Closed zhangying0127 closed 6 years ago
The log min max method actually first scales any float tensor to [0, 1], followed with normal linear quantization.
def linear_quantize(input, sf, bits):
assert bits >= 1, bits
if bits == 1:
return torch.sign(input) - 1
delta = math.pow(2.0, -sf)
bound = math.pow(2.0, bits-1)
min_val = - bound
max_val = bound - 1
rounded = torch.floor(input / delta + 0.5)
clipped_value = torch.clamp(rounded, min_val, max_val) * delta
return clipped_value
torch.clamp(rounded, min_val, max_val)
is the integer representation.
Why do you say that the log_minmax method first scales any float tensor to [0,1] and followed with normal linear quantization? It seems that it is followed with the min_max_quantize() function, not the linear_quantize() function.

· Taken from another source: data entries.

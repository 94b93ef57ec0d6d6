// SPDX-License-Identifier: MIT
#pragma once

#include "engine/base/angle.hpp"
#include "engine/survey/found.hpp"

#include <string>

namespace dialwright::cli {

// Found figures with their ±, as people of the trade read them. Every ± holds 19 times in 20.

/// "37'", "1° 20'": without its sign.
[[nodiscard]] std::string say_arc(double degrees);
/// "± 23'", "± 1° 20'"; never less than 1'.
[[nodiscard]] std::string say_give(double range_deg);
/// "S 23° 25' E ± 23'".
[[nodiscard]] std::string say_facing(const Found& azimuth_deg);
/// "0° 18' back ± 20'".
[[nodiscard]] std::string say_lean(const Found& lean_deg);
/// "4 min 50 s"; "12 s".
[[nodiscard]] std::string say_seconds(double seconds);
/// Degrees with two decimals and their ±: "156.58° ± 0.38°".
[[nodiscard]] std::string say_decimal(const Found& degrees);
/// To the nearest minute of arc.
[[nodiscard]] Angle to_minutes(double degrees);

/// "+1.3", "-0.4": always with its sign.
[[nodiscard]] std::string say_signed(double value, int decimals);
/// The text with its first letter a capital, as a heading or a sentence begins.
[[nodiscard]] std::string with_capital(const std::string& text);

} // namespace dialwright::cli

def log_minmax_quantize(input, bits):
assert bits >= 1, bits
if bits == 1:
return torch.sign(input), 0.0, 0.0
s = torch.sign(input)
input0 = torch.log(torch.abs(input) + 1e-20)
v = min_max_quantize(input0, bits)
v = torch.exp(v) * s
return v
I do not understand the log min max quantize quite well. can you explain which bits are interger part and which are mantissa part after log min max quantize? How can i get the interger representation of the quantized number? Thank you so much.